I can think of one reason: to avoid the influence of outliers. But these transformation distort the original distribution of data. 
Why is the normal distribution so important to machine learning that lots of preprocessing includes this step?
 A: The answer above really nails it. I'd just like to add that it is worth separating the idea of wanting "normality" vs.  wanting to scale all features to be on the similar range (even if they have different distributions). Both of these transformations have their pros and cons, and sometimes are necessary to avoid numerical quirks in the optimization step or avoid systemic biases in these algorithms. 
Also, it depends what type of "machine learning" you're referring to (i.e., SVMs, tree-based models, neural nets, etc..), as these all behave differently and may have different numerical issues. As mentioned above, there are benefits in certain situations, but  the idea that normalizing skewed data will lead to better performance is not a bullet-proof strategy. In general, justifying any "pre-processing" or "data manipulation/transformation" steps tends to be a more robust alternative. 

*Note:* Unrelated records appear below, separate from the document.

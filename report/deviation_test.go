package report

import (
	"testing"

	"slowpoint/model/cell"
)

// TestDeviationNames: a record that was refused is not said to have been calculated with.
func TestDeviationNames(t *testing.T) {
	bad := cell.Errors{{Msg: "is recorded twice"}}
	v := &Deviation{Records: []Measured{{Name: "Air"}, {Name: "Second", Problems: bad}}}
	if got := v.names(); got != "Air" {
		t.Errorf("%q, want Air", got)
	}
	v = &Deviation{Records: []Measured{{Name: "Air", Problems: bad}}}
	if got := v.names(); got != "Air" {
		t.Errorf("none used: %q, want Air", got)
	}
}
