package model

import (
	"math"
	"testing"
)

// Confocal coordinates go to places and back, and their volumes and faces add up to those of the spheroid.
func TestConfocalCoordinates(t *testing.T) {
	for _, m := range []spheroidMap{{0.06, 0.02}, {0.02, 0.07}, {0.031, 0.03}, {0.03, 0.03}} {
		q := m.shells()
		for _, x := range []coord{{1, 0}, {1, 1}, {0.4, 0.3}, {0.9, 0.99}, {0.1, 0.6}} {
			if got := q.coord(q.place(x)); math.Abs(got[0]-x[0]) > 1e-9 || math.Abs(got[1]-x[1]) > 1e-7 {
				t.Errorf("%+v: %v came back as %v", m, x, got)
			}
		}
		if p := q.place(q.coord(Place{})); math.Hypot(p.UpM, p.AcrossM) > 1e-9 {
			t.Errorf("%+v: the centre came back as %+v", m, p)
		}
		march, _ := newShellMarch(q, [2]int{9, 7}, newLaw(icyFood(), 1), 5)
		volume, face := 0.0, 0.0
		for _, w := range march.w {
			volume += w
		}
		for _, w := range march.faceM2 {
			face += w
		}
		if want := m.a * m.b * m.b / 3; math.Abs(volume-want) > 1e-12*want {
			t.Errorf("%+v: volume %g, want %g", m, volume, want)
		}
		if want := spheroidM2(2*m.a, 2*m.b) / (4 * math.Pi); math.Abs(face-want) > 1e-9*want {
			t.Errorf("%+v: face %g, want %g", m, face, want)
		}
	}
}

// Ice in a spheroid tends to that in the bodies that it comes to: all but a sphere and exactly one, a long cylinder in its middle, a slab in its
// middle; those are lines, with other volumes. A flat one still gains heat
// from its rim.
func TestIceInASpheroidTendsToThatInOneDirection(t *testing.T) {
	steps := []Step{ownStep(Thaw, 9000, 20, 10), ownStep(Freeze, 9000, 40, -30), ownStep(Cook, 3000, 25, 150)}
	for _, c := range []struct {
		name      string
		size, one Size
		shape     *Shape
		mostK     float64 // beside what both state: what the shapes differ by
	}{
		{"a sphere", Size{ThicknessM: 0.05, DiameterM: 0.05}, Size{DiameterM: 0.05}, Sphere, 0},
		{"nearly, long", Size{ThicknessM: 0.0505, DiameterM: 0.0495}, Size{DiameterM: 0.0495 * 1.00667}, Sphere, 0},
		{"nearly, flat", Size{ThicknessM: 0.0495, DiameterM: 0.0505}, Size{DiameterM: 0.0505 * 0.99333}, Sphere, 0},
		{"long", Size{ThicknessM: 0.4, DiameterM: 0.04}, Size{DiameterM: 0.04}, Cylinder, 0.8},
		{"flat", Size{ThicknessM: 0.03, DiameterM: 0.3}, Size{ThicknessM: 0.03}, Slab, 3},
	} {
		t.Run(c.name, func(t *testing.T) {
			var h [2]*History
			for i, p := range []Product{{Shape: Spheroid, Size: c.size}, {Shape: c.shape, Size: c.one}} {
				p.Name, p.Food, p.StartC = "p", icyFood(), -18
				var err error
				if h[i], err = Solve(p, steps, Options{}); err != nil {
					t.Fatal(err)
				}
			}
			worst := 0.0
			for _, sp := range h[0].Spans {
				for at := sp.StartS + 300; at <= sp.EndS; at += 100 {
					if !atIce(h[0], Place{}, at) && !atIce(h[1], Place{}, at) {
						worst = max(worst, math.Abs(h[0].At(Place{}, at)-h[1].At(Place{}, at)))
					}
				}
			}
			t.Logf("%.4f K apart; stated %.4f and %.4f K", worst, h[0].ErrorK, h[1].ErrorK)
			if worst > h[0].ErrorK+h[1].ErrorK+c.mostK {
				t.Errorf("%.4f K apart", worst)
			}
		})
	}
}

// Where nothing freezes the volumes of a spheroid that may freeze come to the method that is exact in time.
func TestVolumesOfASpheroidAgreeWithTheExactMethod(t *testing.T) {
	for _, c := range []struct {
		size  Size
		mostK float64 // 1.6 times what was found
	}{{Size{ThicknessM: 0.12, DiameterM: 0.08}, 0.23}, {Size{ThicknessM: 0.06, DiameterM: 0.1}, 0.15}} {
		q := Properties{KWmK: 0.5, RhoKgM3: 1040, CJkgK: 3600}
		food := func(table bool) *Material {
			return &Material{Name: "test food", Source: "input of the test", LowC: -40, HighC: 150, Table: table, Props: func(float64) Properties { return q }}
		}
		steps := []Step{ownStep(Cook, 6000, 25, 150), ownStep(Cool, 6000, 15, 3)}
		p := Product{Name: "p", Food: food(false), StartC: 8, Shape: Spheroid, Size: c.size}
		want, err := Solve(p, steps, Options{})
		if err != nil || want.Spans[0].Method != ExactInTime {
			t.Fatal(err)
		}
		p.Food = food(true)
		e := effort{more: 1, tolK: 0.02}
		s, _ := readyMarch(t, &p, steps, e)
		s.front = true // volumes, though no ice will come
		got, f := s.marchOnce(e)
		if _, ok := f.state.(*shellMarch); !ok {
			t.Fatalf("marched by %T", f.state)
		}
		worst := apartK(want, got)
		t.Logf("%.4f K apart", worst)
		if worst > c.mostK {
			t.Errorf("%+v: %.4f K apart", c.size, worst)
		}
	}
}

// A face that is kept at a temperature freezes and thaws as one in a very strong film does.
func TestIceInASpheroidWithItsFaceHeld(t *testing.T) {
	held := func(c, s float64, stage *Stage) Step {
		return Step{Name: "held", Stage: stage, DurationS: s, Exposure: Exposure{Surface: Held, Medium: Course{C: []float64{c}}}}
	}
	var h [2]*History
	for i, steps := range [][]Step{{held(6, 4000, Thaw), held(-30, 4000, Freeze)}, {ownStep(Thaw, 4000, 1e5, 6), ownStep(Freeze, 4000, 1e5, -30)}} {
		var err error
		p := Product{Name: "p", Food: icyFood(), StartC: -18, Shape: Spheroid, Size: Size{ThicknessM: 0.06, DiameterM: 0.04}}
		if h[i], err = Solve(p, steps, Options{}); err != nil {
			t.Fatal(err)
		}
	}
	worst := apartK(h[0], h[1])
	t.Logf("%.4f K apart; stated %.4f and %.4f K", worst, h[0].ErrorK, h[1].ErrorK)
	if worst > h[0].ErrorK+h[1].ErrorK {
		t.Errorf("%.4f K apart", worst)
	}
}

A: As @user2974951 says in a comment, it may be superstition that a Normal distribution is somehow better. Perhaps they have the mistaken idea that since Normal data is the result of many additive errors, if they force their data to be Normal, they can then treat the resulting numbers as having additive error. Or the first stats technique they learned was OLS regression and something about Normal was an assumption...
Normality is in general not a requirement. But whether it’s helpful depends on what the model does with the data.
For example, financial data is often lognormal -- i.e. has a multiplicative (percentage) error. Variational Autoencoders use a Normal distribution at the bottleneck to force smoothness and simplicity. Sigmoid functions work most naturally with Normal data. Mixture models often use a mixture of Normals. (If you can assume it’s Normal, you only need two parameters to completely define it, and those parameters are fairly intuitive in their meaning.)
It could also be that we want a unimodal, symmetric distribution for our modeling and the Normal is that. (And transformations to “Normal” are often not strictly Normal, just more symmetrical.)
Normality may simplify some math for you, and it may align with your conception of the process generating your data: most of your data is in the middle with relatively rarer low or high values, which are of interest.